Please write out the data below once more, exactly as it stands.

▸ Collected data entries:
━━━━
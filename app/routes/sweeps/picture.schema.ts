import { z } from "zod";
import type { FrequencyUnit } from "~/measurement/sweep";
import type { MaskedStretch, PicturePoint, ScreenshotSpec } from "~/readers/reading";
import { cornersOf } from "~/readers/screenshot/rectify";

/** The choices of a picture's reading as its form sends them: texts, empty for what is not known. */

export const CORNERS = ["Top left", "Top right", "Bottom right", "Bottom left"] as const;
export const CORNER_FIELDS = ["x0", "y0", "x1", "y1", "x2", "y2", "x3", "y3"] as const;
type CornerField = (typeof CORNER_FIELDS)[number];

const UNITS = { Hz: 1, kHz: 1e3, MHz: 1e6, GHz: 1e9 } as const satisfies Record<FrequencyUnit, number>;

const MASK_WORDS = "One stretch a line: its first and last column, and for a box its top and bottom row too.";

/** A number as people write it; empty is not known. */
function numberOf(what: string) {
  return z
    .string()
    .trim()
    .transform((text) => text.replace("−", "-").replace(",", "."))
    .refine((text) => text === "" || Number.isFinite(Number(text)), `Give ${what} as a number.`)
    .transform((text) => (text === "" ? undefined : Number(text)));
}
const colour = z
  .string()
  .trim()
  .toLowerCase()
  .refine((text) => text === "" || /^#[0-9a-f]{6}$/.test(text), "Give a colour as #rrggbb.")
  .transform((text) => text || undefined);
const place = numberOf("the corner's place");

export const pictureSchema = z.object({
  seenAs: z.enum(["straight", "angle"]),
  x0: place,
  y0: place,
  x1: place,
  y1: place,
  x2: place,
  y2: place,
  x3: place,
  y3: place,
  unit: z.enum(["Hz", "kHz", "MHz", "GHz"]),
  start: numberOf("the start frequency"),
  stop: numberOf("the stop frequency"),
  scale: z.enum(["linear", "log"]),
  quantity: z.enum(["s11-db", "return-loss", "swr", "level"]),
  top: numberOf("the value at the top line"),
  bottom: numberOf("the value at the bottom line"),
  referenceOhm: numberOf("the reference impedance").refine(
    (ohm) => ohm === undefined || ohm > 0,
    "Over 0 Ω.",
  ),
  traceColor: colour,
  // Asked of levels only.
  zeroFrom: z.enum(["number", "crest", "trace"]).default("number"),
  zeroDb: z.string().default("").pipe(numberOf("the level")),
  zeroTrace: z.string().default("").pipe(colour),
  masked: z
    .string()
    .max(4000)
    .transform(linesOf)
    .refine((lines) => lines.every((line) => stretchOf(line)), MASK_WORDS)
    .transform((lines) => lines.flatMap((line) => stretchOf(line) ?? [])),
});

export type PictureFields = Record<keyof z.input<typeof pictureSchema>, string>;
export type PictureErrors = Partial<Record<keyof PictureFields | "form", string>>;

/** What the fields say; a field that stands as the resolved reading has it keeps that value to the last digit. */
export function choicesFrom(
  fields: Record<string, unknown>,
  resolved: ScreenshotSpec,
): { choices: { spec: ScreenshotSpec; zeroAtCrest: boolean } } | { errors: PictureErrors } {
  const parsed = pictureSchema.safeParse(fields);
  if (!parsed.success) {
    return {
      errors: Object.fromEntries(parsed.error.issues.map((issue) => [String(issue.path[0]), issue.message])),
    };
  }
  const was = fieldsOf(resolved);
  const same = (...names: (keyof PictureFields)[]) => names.every((name) => fields[name] === was[name]);
  const { unit, start, stop, zeroFrom, zeroDb, zeroTrace, masked, ...data } = parsed.data;
  const level = data.quantity === "level";
  const hertz = (value: number | undefined) =>
    value === undefined ? undefined : Math.round(value * UNITS[unit] * 1000) / 1000;
  const spec: ScreenshotSpec = {
    ...(same("seenAs", ...CORNER_FIELDS)
      ? { frame: resolved.frame, corners: resolved.corners }
      : outlineOf(parsed.data)),
    startHz: same("start", "unit") ? resolved.startHz : hertz(start),
    stopHz: same("stop", "unit") ? resolved.stopHz : hertz(stop),
    scale: data.scale,
    quantity: data.quantity,
    top: same("top") ? resolved.top : data.top,
    bottom: same("bottom") ? resolved.bottom : data.bottom,
    referenceOhm: data.referenceOhm,
    traceColor: data.traceColor,
    zeroDb: level && zeroFrom === "number" ? zeroDb : undefined,
    zeroTrace: level && zeroFrom === "trace" ? zeroTrace : undefined,
    masked: masked.length > 0 ? masked : undefined,
  };
  const known = Object.entries(spec).filter(([, value]) => value !== undefined);
  return { choices: { spec: Object.fromEntries(known), zeroAtCrest: level && zeroFrom === "crest" } };
}

/** What the form begins with. */
export function fieldsOf(spec: ScreenshotSpec, found: readonly PicturePoint[] | null = null): PictureFields {
  const unit = unitOf(spec.stopHz ?? spec.startHz);
  const corners = spec.corners ?? (spec.frame ? cornersOf(spec.frame) : found);
  const text = (value: number | undefined, digits = 12) =>
    value === undefined ? "" : String(Number(value.toPrecision(digits)));
  const places = CORNER_FIELDS.map((name, i) => {
    const corner = corners?.[i >> 1];
    return [name, corner ? (i % 2 ? corner.y : corner.x).toFixed(2) : ""];
  });
  return {
    ...(Object.fromEntries(places) as Record<CornerField, string>),
    seenAs: spec.corners ? "angle" : "straight",
    unit,
    start: text(spec.startHz === undefined ? undefined : spec.startHz / UNITS[unit]),
    stop: text(spec.stopHz === undefined ? undefined : spec.stopHz / UNITS[unit]),
    scale: spec.scale ?? "linear",
    quantity: spec.quantity ?? "s11-db",
    top: text(spec.top),
    bottom: text(spec.bottom),
    referenceOhm: text(spec.referenceOhm ?? 50),
    traceColor: spec.traceColor ?? "",
    zeroFrom: spec.zeroTrace ? "trace" : "number",
    zeroDb: text(spec.zeroDb),
    zeroTrace: spec.zeroTrace ?? "",
    masked: (spec.masked ?? []).map(stretchText).join("\n"),
  };
}

/** The stretches of a text; lines that are none are passed over. */
export function stretchesIn(text: string): MaskedStretch[] {
  return linesOf(text).flatMap((line) => stretchOf(line) ?? []);
}

export function stretchText({ fromX, toX, top, bottom }: MaskedStretch): string {
  const numbers = top === undefined || bottom === undefined ? [fromX, toX] : [fromX, toX, top, bottom];
  return numbers.map((value) => Math.round(value)).join(" ");
}

function linesOf(text: string): string[] {
  return text
    .split(/[\n;]+/)
    .map((line) => line.trim())
    .filter(Boolean);
}

function stretchOf(line: string): MaskedStretch | null {
  const numbers = line.split(/[\s,–-]+/).map(Number);
  if (![2, 4].includes(numbers.length) || !numbers.every((n) => Number.isFinite(n) && n >= 0)) return null;
  const [a, b, c, d] = numbers;
  const columns = { fromX: Math.min(a, b), toX: Math.max(a, b) };
  return numbers.length === 2 ? columns : { ...columns, top: Math.min(c, d), bottom: Math.max(c, d) };
}

function outlineOf(data: z.output<typeof pictureSchema>): Pick<ScreenshotSpec, "frame" | "corners"> {
  const places = CORNER_FIELDS.map((name) => data[name]);
  if (places.some((value) => value === undefined)) return {};
  const [x0, y0, x1, y1, x2, y2, x3, y3] = places as number[];
  if (data.seenAs === "angle") {
    const corners = [
      { x: x0, y: y0 },
      { x: x1, y: y1 },
      { x: x2, y: y2 },
      { x: x3, y: y3 },
    ];
    return { corners };
  }
  return {
    frame: { left: (x0 + x3) / 2, top: (y0 + y1) / 2, right: (x1 + x2) / 2, bottom: (y2 + y3) / 2 },
  };
}

function unitOf(hz: number | undefined): FrequencyUnit {
  if (hz === undefined) return "MHz";
  return hz >= 3e9 ? "GHz" : hz >= 1e6 ? "MHz" : hz >= 1e3 ? "kHz" : "Hz";
}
━━━━
▸ TASK SOLUTION:
filename app/routes/sweeps/picture.schema.ts
import { z } from "zod";
import type { FrequencyUnit } from "~/measurement/sweep";
import type { MaskedStretch, PicturePoint, ScreenshotSpec } from "~/readers/reading";
import { cornersOf } from "~/readers/screenshot/rectify";

/** The choices of a picture's reading as its form sends them: texts, empty for what is not known. */

export const CORNERS = ["Top left", "Top right", "Bottom right", "Bottom left"] as const;
export const CORNER_FIELDS = ["x0", "y0", "x1", "y1", "x2", "y2", "x3", "y3"] as const;
type CornerField = (typeof CORNER_FIELDS)[number];

const UNITS = { Hz: 1, kHz: 1e3, MHz: 1e6, GHz: 1e9 } as const satisfies Record<FrequencyUnit, number>;

const MASK_WORDS = "One stretch a line: its first and last column, and for a box its top and bottom row too.";

/** A number as people write it; empty is not known. */
function numberOf(what: string) {
  return z
    .string()
    .trim()
    .transform((text) => text.replace("−", "-").replace(",", "."))
    .refine((text) => text === "" || Number.isFinite(Number(text)), `Give ${what} as a number.`)
    .transform((text) => (text === "" ? undefined : Number(text)));
}
const colour = z
  .string()
  .trim()
  .toLowerCase()
  .refine((text) => text === "" || /^#[0-9a-f]{6}$/.test(text), "Give a colour as #rrggbb.")
  .transform((text) => text || undefined);
const place = numberOf("the corner's place");

export const pictureSchema = z.object({
  seenAs: z.enum(["straight", "angle"]),
  x0: place,
  y0: place,
  x1: place,
  y1: place,
  x2: place,
  y2: place,
  x3: place,
  y3: place,
  unit: z.enum(["Hz", "kHz", "MHz", "GHz"]),
  start: numberOf("the start frequency"),
  stop: numberOf("the stop frequency"),
  scale: z.enum(["linear", "log"]),
  quantity: z.enum(["s11-db", "return-loss", "swr", "level"]),
  top: numberOf("the value at the top line"),
  bottom: numberOf("the value at the bottom line"),
  referenceOhm: numberOf("the reference impedance").refine(
    (ohm) => ohm === undefined || ohm > 0,
    "Over 0 Ω.",
  ),
  traceColor: colour,
  // Asked of levels only.
  zeroFrom: z.enum(["number", "crest", "trace"]).default("number"),
  zeroDb: z.string().default("").pipe(numberOf("the level")),
  zeroTrace: z.string().default("").pipe(colour),
  masked: z
    .string()
    .max(4000)
    .transform(linesOf)
    .refine((lines) => lines.every((line) => stretchOf(line)), MASK_WORDS)
    .transform((lines) => lines.flatMap((line) => stretchOf(line) ?? [])),
});

export type PictureFields = Record<keyof z.input<typeof pictureSchema>, string>;
export type PictureErrors = Partial<Record<keyof PictureFields | "form", string>>;

/** What the fields say; a field that stands as the resolved reading has it keeps that value to the last digit. */
export function choicesFrom(
  fields: Record<string, unknown>,
  resolved: ScreenshotSpec,
): { choices: { spec: ScreenshotSpec; zeroAtCrest: boolean } } | { errors: PictureErrors } {
  const parsed = pictureSchema.safeParse(fields);
  if (!parsed.success) {
    return {
      errors: Object.fromEntries(parsed.error.issues.map((issue) => [String(issue.path[0]), issue.message])),
    };
  }
  const was = fieldsOf(resolved);
  const same = (...names: (keyof PictureFields)[]) => names.every((name) => fields[name] === was[name]);
  const { unit, start, stop, zeroFrom, zeroDb, zeroTrace, masked, ...data } = parsed.data;
  const level = data.quantity === "level";
  const hertz = (value: number | undefined) =>
    value === undefined ? undefined : Math.round(value * UNITS[unit] * 1000) / 1000;
  const spec: ScreenshotSpec = {
    ...(same("seenAs", ...CORNER_FIELDS)
      ? { frame: resolved.frame, corners: resolved.corners }
      : outlineOf(parsed.data)),
    startHz: same("start", "unit") ? resolved.startHz : hertz(start),
    stopHz: same("stop", "unit") ? resolved.stopHz : hertz(stop),
    scale: data.scale,
    quantity: data.quantity,
    top: same("top") ? resolved.top : data.top,
    bottom: same("bottom") ? resolved.bottom : data.bottom,
    referenceOhm: data.referenceOhm,
    traceColor: data.traceColor,
    zeroDb: level && zeroFrom === "number" ? zeroDb : undefined,
    zeroTrace: level && zeroFrom === "trace" ? zeroTrace : undefined,
    masked: masked.length > 0 ? masked : undefined,
  };
  const known = Object.entries(spec).filter(([, value]) => value !== undefined);
  return { choices: { spec: Object.fromEntries(known), zeroAtCrest: level && zeroFrom === "crest" } };
}

/** What the form begins with. */
export function fieldsOf(spec: ScreenshotSpec, found: readonly PicturePoint[] | null = null): PictureFields {
  const unit = unitOf(spec.stopHz ?? spec.startHz);
  const corners = spec.corners ?? (spec.frame ? cornersOf(spec.frame) : found);
  const text = (value: number | undefined, digits = 12) =>
    value === undefined ? "" : String(Number(value.toPrecision(digits)));
  const places = CORNER_FIELDS.map((name, i) => {
    const corner = corners?.[i >> 1];
    return [name, corner ? (i % 2 ? corner.y : corner.x).toFixed(2) : ""];
  });
  return {
    ...(Object.fromEntries(places) as Record<CornerField, string>),
    seenAs: spec.corners ? "angle" : "straight",
    unit,
    start: text(spec.startHz === undefined ? undefined : spec.startHz / UNITS[unit]),
    stop: text(spec.stopHz === undefined ? undefined : spec.stopHz / UNITS[unit]),
    scale: spec.scale ?? "linear",
    quantity: spec.quantity ?? "s11-db",
    top: text(spec.top),
    bottom: text(spec.bottom),
    referenceOhm: text(spec.referenceOhm ?? 50),
    traceColor: spec.traceColor ?? "",
    zeroFrom: spec.zeroTrace ? "trace" : "number",
    zeroDb: text(spec.zeroDb),
    zeroTrace: spec.zeroTrace ?? "",
    masked: (spec.masked ?? []).map(stretchText).join("\n"),
  };
}

/** The stretches of a text; lines that are none are passed over. */
export function stretchesIn(text: string): MaskedStretch[] {
  return linesOf(text).flatMap((line) => stretchOf(line) ?? []);
}

export function stretchText({ fromX, toX, top, bottom }: MaskedStretch): string {
  const numbers = top === undefined || bottom === undefined ? [fromX, toX] : [fromX, toX, top, bottom];
  return numbers.map((value) => Math.round(value)).join(" ");
}

function linesOf(text: string): string[] {
  return text
    .split(/[\n;]+/)
    .map((line) => line.trim())
    .filter(Boolean);
}

function stretchOf(line: string): MaskedStretch | null {
  const numbers = line.split(/[\s,–-]+/).map(Number);
  if (![2, 4].includes(numbers.length) || !numbers.every((n) => Number.isFinite(n) && n >= 0)) return null;
  const [a, b, c, d] = numbers;
  const columns = { fromX: Math.min(a, b), toX: Math.max(a, b) };
  return numbers.length === 2 ? columns : { ...columns, top: Math.min(c, d), bottom: Math.max(c, d) };
}

function outlineOf(data: z.output<typeof pictureSchema>): Pick<ScreenshotSpec, "frame" | "corners"> {
  const places = CORNER_FIELDS.map((name) => data[name]);
  if (places.some((value) => value === undefined)) return {};
  const [x0, y0, x1, y1, x2, y2, x3, y3] = places as number[];
  if (data.seenAs === "angle") {
    const corners = [
      { x: x0, y: y0 },
      { x: x1, y: y1 },
      { x: x2, y: y2 },
      { x: x3, y: y3 },
    ];
    return { corners };
  }
  return {
    frame: { left: (x0 + x3) / 2, top: (y0 + y1) / 2, right: (x1 + x2) / 2, bottom: (y2 + y3) / 2 },
  };
}

function unitOf(hz: number | undefined): FrequencyUnit {
  if (hz === undefined) return "MHz";
  return hz >= 3e9 ? "GHz" : hz >= 1e6 ? "MHz" : hz >= 1e3 ? "kHz" : "Hz";
}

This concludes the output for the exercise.